**Work to be completed**
Of all the lines in the records below, copy only those that contain the string "reduce".
● ● ● ● ●
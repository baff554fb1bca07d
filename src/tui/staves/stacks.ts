import { STAVES, type Stave } from '../../nutrition/amino-acids.ts'
import type { Pattern } from '../../nutrition/pattern.ts'
import type { Portion } from '../../nutrition/protein-source.ts'
import { crudeProteinOf, digestibleMgPerG } from '../../nutrition/staves.ts'

/** One stave, as it is stacked: what each portion brings to it, % of the pattern, in the portions' order. */
export interface Stack {
  stave: Stave
  parts: number[]
  total: number
}

/** The nine staves of a plate, each stacked by portion; empty without protein. */
export function stacksOf(portions: readonly Portion[], pattern: Pattern): Stack[] {
  const crudeG = crudeProteinOf(portions)
  if (!(crudeG > 0)) return []
  return STAVES.map(stave => {
    const parts = portions.map(
      ({ food, grams }) =>
        (grams * food.per100g.crudeProteinG * digestibleMgPerG(food, stave)) /
        (crudeG * pattern.mgPerG[stave]),
    )
    return { stave, parts, total: parts.reduce((sum, part) => sum + part, 0) }
  })
}

/** The shortest of some stacks; of two that tie, the first. */
export const shortestOf = (stacks: readonly Stack[]): Stack =>
  stacks.reduce((least, stack) => (stack.total < least.total ? stack : least))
● ● ● ● ●
**Your solution**
    return { stave, parts, total: parts.reduce((sum, part) => sum + part, 0) }
  stacks.reduce((least, stack) => (stack.total < least.total ? stack : least))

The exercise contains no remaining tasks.